# Anyone on this forum live in Cantabria?



## jonstromberg (Aug 1, 2009)

Hi all. 

I'm living in Santander. Surprisingly beautiful place with some amazing coastal beaches and cliffs. Shame the weather sucks though LOL. 

I tried Alicante a while back but so far am liking it here more.

Anyway, if anyone on this forum is in this part of Spain it would be nice to hear from you.

Jonathan


----------



## Guest (Jul 18, 2012)

jonstromberg said:


> Hi all.
> 
> I'm living in Santander. Surprisingly beautiful place with some amazing coastal beaches and cliffs. Shame the weather sucks though LOL.
> 
> ...


My OH is from Cantabria and is there now looking after her father. Currently, we live in a small village not far from Granada, but I`m due to join her, in the next week or so. Seriously not looking forward to the weather. We`ve had 35 with no humidity, whilst in Santander it has been pouring. 

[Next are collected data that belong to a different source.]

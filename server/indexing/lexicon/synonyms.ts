/**
 * Other words for the same thing on a shop floor, one set a line: a question with one finds the others, for a
 * little less than the word itself. Phrases stand for themselves. Common practice, no source.
 */
const SETS = `screw, screws, wood screw
nail, ring nail, ring shank
rivet, rove
bolt, carriage bolt, coach bolt
fastener, screw, nail, bolt, rivet, fixing
epoxy, resin, goop, thickened epoxy
filler, wood flour, silica, microballoons, thickener
plywood, ply, sheet, panel
fiberglass, glass cloth, glass tape, cloth
timber, lumber, board, stock
side panel, side plank, plank, side
bottom panel, bottom
transom, stern board, back board
chine log, chine, chine stringer
gunwale, rubrail, rub rail, outwale
inwale, inner gunwale
keel, keelson, hog
skeg, fin
frame, bulkhead, mold, rib, former
stem, stem post, bow post
seat, thwart, bench
strongback, building frame, building jig
knee, corner brace, breasthook
oar, paddle
rowlock, row lock
bevel, angle, taper
gap, space, crack
wax paper, plastic, release film, parcel tape
sandpaper, abrasive, grit
clamp, cramp, clamps
pencil line, mark
template, pattern
varnish, clear coat
mast step, mast foot
daggerboard, centerboard, leeboard
rudder, tiller
heat, warm, heater, temperature
cure, set, harden, go off, kick
thick, thickness
wide, width
long, length
boat, hull
straight, true, in line, aligned
spread, apply, put on
runny, thin
mixture, ratio, mix`

/** Each phrase with the other phrases of its sets. */
export const SYNONYM_SETS: readonly (readonly string[])[] = SETS.split('\n').map(line => line.split(',').map(phrase => phrase.trim()))
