import { TOPICS } from '../lexicon/topics'
import { PhraseBook } from './phrases'

/** The words of all topics (numbered as in `TOPICS`), found in a row of stems. */
export const TOPIC_BOOK = new PhraseBook(TOPICS.flatMap((topic, i) => topic.words.map(({ phrase, weight }) => [phrase, { topic: i, weight }] as const)))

She wants us to relocate there permanently, now, as opposed to after the summer as we`d organised. But hey. I do love the sheer futility of making plans and agreeing stuff with my partner, only to watch as her delicious fiery/crazy-Spanishness kicks in and as sure as the sun will come up tomorrow, she will demand efforts and timescales that would make Hercules cringe. I`m the poor ****** tasked with making it all happen

On the upside, I`ll have the Picos Europa to explore instead of the Sierra Nevada, so itsn`t all bad. Oooh, and then there`s the sailing. 

I`m also looking forward to an area that is remarkably similar in appearance to many parts of Scotland, so I`ll be grinning like a mad fool. It is also the exact opposite, in terms of climate and scenery, of where I`ve lived for a few years, here in the Sierra Nevada, , so I`ll be going from a thong to wet weather hiking gear. Pft. 

There is also a strong celtic heritage amongst the Los Cantabrianos, which I`m really keen to explore. Lot`s of great music and story-telling, fuelled, naturally, by decent grog. 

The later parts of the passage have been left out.